* _Dataset excerpts_
/** sigma_dm of the box of one field for the redshift range [z1, z2] centred at zc. */
export function matterSigma(ctx: UncertaintyContext, z1: number, z2: number, zc: number): number {
  const { survey, cosmo } = ctx;
  return sliceMatterSigma(ctx.power, {
    areaSr: survey.areaSr,
    aspect: survey.field.aspect,
    fieldCount: survey.field.count,
    transverseDistanceMpc: cosmo.transverseComovingDistanceMpc(zc),
    radialDepthMpc: cosmo.comovingDistanceMpc(z2) - cosmo.comovingDistanceMpc(z1),
    zMid: zc,
  });
}

/**
 * The correlation matrix of the slices [edges[i], edges[i + 1]]' matter fluctuations in one field
 * (src/uncertainty/box-covariance.ts): each slice's box as matterSigma makes it (transverse sides
 * at the slice's middle redshift, radial side D_C(z2) - D_C(z1)), centred at the middle of its
 * comoving range. It depends on the cosmology, the area, the fields and the edges only.
 */
export function slicesCorrelation(ctx: UncertaintyContext, edges: readonly number[]): number[][] {
  const { survey, cosmo } = ctx;
  const boxes = [];
  for (let i = 0; i + 1 < edges.length; i++) {
    const z1 = edges[i]!;
    const z2 = edges[i + 1]!;
    const c1 = cosmo.comovingDistanceMpc(z1);
    const c2 = cosmo.comovingDistanceMpc(z2);
    const zc = 0.5 * (z1 + z2);
    const sides = fieldBoxSidesMpc({
      areaSr: survey.areaSr,
      aspect: survey.field.aspect,
      fieldCount: survey.field.count,
      transverseDistanceMpc: cosmo.transverseComovingDistanceMpc(zc),
      radialDepthMpc: c2 - c1,
      zMid: zc,
    });
    boxes.push({ sides, centreMpc: 0.5 * (c1 + c2) });
  }
  return sliceCorrelations(ctx.power, boxes);
}

/**
 * The uncertainty block for a count made of several populations' parts (one part for a single
 * population), over [zMin, zMax] with representative redshift zc. Undefined when the count is 0
 * (a fraction of nothing is not defined).
 */
export function combinedUncertainty(
  ctx: UncertaintyContext,
  parts: { population: Population; count: number; volumeMpc3: number }[],
  zMin: number,
  zMax: number,
  zc: number,
): UncertaintyJson | undefined {
  const count = parts.reduce((a, p) => a + p.count, 0);
  if (!(count > 0)) return undefined;
  let weighted = 0;
  let haloMass: number | undefined;
  for (const part of parts) {
    if (!(part.count > 0)) continue;
    const b = populationBias(ctx, part.population, zc, part.count, part.volumeMpc3);
    weighted += b.bias * part.count;
    if (parts.length === 1) haloMass = b.haloMassMinMsun;
  }
  const bias = weighted / count;
  const sigma = matterSigma(ctx, zMin, zMax, zc);
  const poisson = 1 / Math.sqrt(count);
  const cv = (bias * sigma) / Math.sqrt(ctx.survey.field.count);
  const out: UncertaintyJson = {
    poisson_fraction: poisson,
    cosmic_variance_fraction: cv,
    total_fraction: Math.hypot(poisson, cv),
    bias,
    sigma_matter: sigma,
  };
  if (haloMass !== undefined) out.halo_mass_min_msun = haloMass;
  return out;
}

* _Work to complete_
Each entry must be reproduced verbatim.

* _Problem solution_
/** sigma_dm of the box of one field for the redshift range [z1, z2] centred at zc. */
export function matterSigma(ctx: UncertaintyContext, z1: number, z2: number, zc: number): number {
  const { survey, cosmo } = ctx;
  return sliceMatterSigma(ctx.power, {
    areaSr: survey.areaSr,
    aspect: survey.field.aspect,
    fieldCount: survey.field.count,
    transverseDistanceMpc: cosmo.transverseComovingDistanceMpc(zc),
    radialDepthMpc: cosmo.comovingDistanceMpc(z2) - cosmo.comovingDistanceMpc(z1),
    zMid: zc,
  });
}

/**
 * The correlation matrix of the slices [edges[i], edges[i + 1]]' matter fluctuations in one field
 * (src/uncertainty/box-covariance.ts): each slice's box as matterSigma makes it (transverse sides
 * at the slice's middle redshift, radial side D_C(z2) - D_C(z1)), centred at the middle of its
 * comoving range. It depends on the cosmology, the area, the fields and the edges only.
 */
export function slicesCorrelation(ctx: UncertaintyContext, edges: readonly number[]): number[][] {
  const { survey, cosmo } = ctx;
  const boxes = [];
  for (let i = 0; i + 1 < edges.length; i++) {
    const z1 = edges[i]!;
    const z2 = edges[i + 1]!;
    const c1 = cosmo.comovingDistanceMpc(z1);
    const c2 = cosmo.comovingDistanceMpc(z2);
    const zc = 0.5 * (z1 + z2);
    const sides = fieldBoxSidesMpc({
      areaSr: survey.areaSr,
      aspect: survey.field.aspect,
      fieldCount: survey.field.count,
      transverseDistanceMpc: cosmo.transverseComovingDistanceMpc(zc),
      radialDepthMpc: c2 - c1,
      zMid: zc,
    });
    boxes.push({ sides, centreMpc: 0.5 * (c1 + c2) });
  }
  return sliceCorrelations(ctx.power, boxes);
}

/**
 * The uncertainty block for a count made of several populations' parts (one part for a single
 * population), over [zMin, zMax] with representative redshift zc. Undefined when the count is 0
 * (a fraction of nothing is not defined).
 */
export function combinedUncertainty(
  ctx: UncertaintyContext,
  parts: { population: Population; count: number; volumeMpc3: number }[],
  zMin: number,
  zMax: number,
  zc: number,
): UncertaintyJson | undefined {
  const count = parts.reduce((a, p) => a + p.count, 0);
  if (!(count > 0)) return undefined;
  let weighted = 0;
  let haloMass: number | undefined;
  for (const part of parts) {
    if (!(part.count > 0)) continue;
    const b = populationBias(ctx, part.population, zc, part.count, part.volumeMpc3);
    weighted += b.bias * part.count;
    if (parts.length === 1) haloMass = b.haloMassMinMsun;
  }
  const bias = weighted / count;
  const sigma = matterSigma(ctx, zMin, zMax, zc);
  const poisson = 1 / Math.sqrt(count);
  const cv = (bias * sigma) / Math.sqrt(ctx.survey.field.count);
  const out: UncertaintyJson = {
    poisson_fraction: poisson,
    cosmic_variance_fraction: cv,
    total_fraction: Math.hypot(poisson, cv),
    bias,
    sigma_matter: sigma,
  };
  if (haloMass !== undefined) out.halo_mass_min_msun = haloMass;
  return out;
}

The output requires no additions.